Without a doubt, it is still a stunning object. Mazda has used this concept car as a platform to fully showcase the most unbridled expression of their KODO design language. They’ve taken it in a more elegant direction while keeping the very sporty and emotive cues they first explored and latched onto years ago.
According to their official statement, the Vision Coupe’s exterior was made to exude a sense of speed through its “one motion” form. Clearly, they are best trying to explain the almost uniform curve the car’s silhouette exhibits.

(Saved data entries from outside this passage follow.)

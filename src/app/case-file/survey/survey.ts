import {
  ChangeDetectionStrategy,
  Component,
  computed,
  inject,
  signal,
  viewChild,
} from '@angular/core';
import { MatButton } from '@angular/material/button';
import { MatFormFieldModule } from '@angular/material/form-field';
import { MatInput } from '@angular/material/input';
import { type Mark, markKinds } from '#shared/contracts/survey';
import { EmptyState } from '../../ui/empty-state/empty-state';
import { Icon } from '../../ui/icon/icon';
import { ProblemMessage } from '../../ui/problem-message/problem-message';
import { tracesOf } from '../../ui/scale-plan/plan-content';
import { ScalePlan } from '../../ui/scale-plan/scale-plan';
import { CurrentCase } from '../current-case';
import type { HoldsWork } from '../../core/unsaved-work';
import { ChangeList } from './change-list';
import { ImportList } from './import/import-list';
import { ImportPanel } from './import/import-panel';
import { MarkDetails } from './mark-details';
import { MarkForm } from './mark-form';
import { MarkTable } from './mark-table';
import { Place } from './place';
import { counted } from './show-mark';
import { SurveyMarks } from './survey-marks';
import { WithdrawForm } from './withdraw-form';

/** By how much the error ellipses may be drawn too large, to be seen at all; 0: not drawn. */
const ellipseScales = [1, 10, 50, 0] as const;

/** The measured marks of a case: the scale plan and, tied to it, the table. */
@Component({
  selector: 'app-survey',
  imports: [
    ChangeList,
    EmptyState,
    Icon,
    ImportList,
    ImportPanel,
    MarkDetails,
    MarkForm,
    MarkTable,
    MatButton,
    MatFormFieldModule,
    MatInput,
    ProblemMessage,
    ScalePlan,
    WithdrawForm,
  ],
  providers: [Place, SurveyMarks],
  templateUrl: './survey.html',
  styleUrl: './survey.scss',
  changeDetection: ChangeDetectionStrategy.OnPush,
})
export class Survey implements HoldsWork {
  protected readonly current = inject(CurrentCase);
  protected readonly place = inject(Place);
  protected readonly survey = inject(SurveyMarks);

  private readonly form = viewChild(MarkForm);
  protected readonly kinds = computed(() => {
    const present = new Set(this.survey.marks().map((mark) => mark.kind));
    return markKinds.filter((kind) => present.has(kind) || kind === this.place.kind());
  });
  protected readonly traces = computed(() => [
    ...new Set(this.survey.marks().flatMap((mark) => mark.trace ?? [])),
  ]);
  protected readonly shown = computed<readonly Mark[]>(() => {
    const [kind, trace] = [this.place.kind(), this.place.trace()];
    return this.survey
      .marks()
      .filter(
        (mark) => (kind === null || mark.kind === kind) && (trace === null || mark.trace === trace),
      );
  });
  protected readonly isFiltered = computed(
    () => this.place.kind() !== null || this.place.trace() !== null,
  );
  protected readonly lines = computed(() => tracesOf(this.shown()));
  protected readonly selected = computed(
    () => this.survey.marks().find((mark) => mark.id === this.place.mark()) ?? null,
  );
  protected readonly history = computed(() =>
    this.survey.changes().filter((change) => change.markId === this.place.mark()),
  );
  /** A panel for a mark needs one; work on the survey needs the right to it. */
  protected readonly panel = computed(() => {
    const panel = this.place.panel();
    if (panel === 'imports' || panel === 'changes') return panel;
    if (panel === null || !this.current.may().work) return null;
    return (panel === 'edit' || panel === 'withdraw') && this.selected() === null ? null : panel;
  });
  protected readonly counted = counted;
  protected readonly ellipseScales = ellipseScales;
  protected readonly ellipseScale = signal<number>(1);
  protected readonly planLabel = computed(
    () => `Plan of ${this.shown().length} marks of ${this.current.file().title}`,
  );

  hasUnsavedWork(): boolean {
    return this.form()?.isChanged() ?? false;
  }

  protected select(mark: string | null): void {
    void this.place.go({ mark });
  }

  protected filterKind(kind: string): void {
    void this.place.go({ kind: kind === '' ? null : kind });
  }

  protected filterTrace(trace: string): void {
    void this.place.go({ trace: trace === '' ? null : trace });
  }

  protected showAll(): void {
    void this.place.go({ kind: null, trace: null });
  }

  protected close(): void {
    void this.place.go({ panel: null });
  }

  protected saved(mark: Mark): void {
    const entering = this.panel() === 'enter';
    void this.place.go({ mark: mark.id, panel: entering ? 'enter' : null });
  }
}
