import { QueryTypes, type Sequelize } from 'sequelize';
import { run } from './connection';
import { appendOnly } from './migrations/migration';

/**
 * Gives the application's account what it needs, table by table: rows of ordinary tables, and on
 * append-only tables only INSERT and SELECT. Without a second account there is nothing to give;
 * the triggers still refuse.
 */
export async function grantApplication(owner: Sequelize, applicationUrl: string): Promise<void> {
  const user = decodeURIComponent(new URL(applicationUrl).username);
  const database = owner.getDatabaseName();
  const [{ me }] = await owner.query<{ me: string }>('SELECT CURRENT_USER() AS me', {
    type: QueryTypes.SELECT,
  });
  const [ownerName, host] = me.split('@');
  if (ownerName === user || user === '') return;
  const tables = await owner.query<{ name: string; comment: string }>(
    `SELECT table_name AS name, table_comment AS comment FROM information_schema.tables
      WHERE table_schema = DATABASE() AND table_type = 'BASE TABLE'`,
    { type: QueryTypes.SELECT },
  );
  for (const { name, comment } of tables) {
    const rights =
      name === 'migrations'
        ? 'SELECT'
        : comment === appendOnly
          ? 'SELECT, INSERT'
          : 'SELECT, INSERT, UPDATE, DELETE';
    await run(owner, `GRANT ${rights} ON \`${database}\`.\`${name}\` TO '${user}'@'${host}'`);
  }
}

The high shoulder line extends from the nose of the car, over the large alloy wheels and custom Bridgestones, rises only subtly, and peaking just above the rear tyres and the small kink of the rear window frame before tapering at the tail lights where it is gracefully integrated into a circular illumination cluster on either side, matched downward to dual exhausts that hug a subdued rear diffuser. The Vision Coupe’s swept back layout would mean that the strict four-seater’s rear occupants are positioned more or less just above the rear axle.
Despite being very low by traditional sedan standards, Mazda has endeavoured to provide as much room as possible for passengers, both measurable and perceived. Inside, all manner of cruft and complexity has been reduced to a near buttonless and uninterrupted cabin that’s a blend of dark leather, Alcantara, exposed anodised aluminium, and wood veneer.
Presumably, nearly all in-car input methods and switchgear apart from the steering wheel, pedals, and gear lever are touch operated, and visual feedback needs served by a single widescreen display that sits atop the centre of the dashboard and extends to the far end of the passenger side - likely an OLED panel that will otherwise blend into the black material that surrounds it. More important data is displayed to the driver via a digital gauge cluster divided between three circular binnacles.
While Mazda’s Kai Concept, also revealed at the 2017 Tokyo Motor Show, can be understood as a clearer representation of an upcoming model, the Vision Coupe’s role as forerunner to a premium four-door coupe available at showrooms is far more ambiguous.
Still, any future model that takes visual inspiration from this concept would stand good chance of being very pleasing to the eye indeed. The next-generation Mazda6, likely due to be launched after the tentative 2019 rollout of the next Mazda3, is to be powered by the company’s innovative new SkyActiv-X family of engines and be constructed upon the same underpinnings as its smaller future sibling, albeit elongated and possibly widened.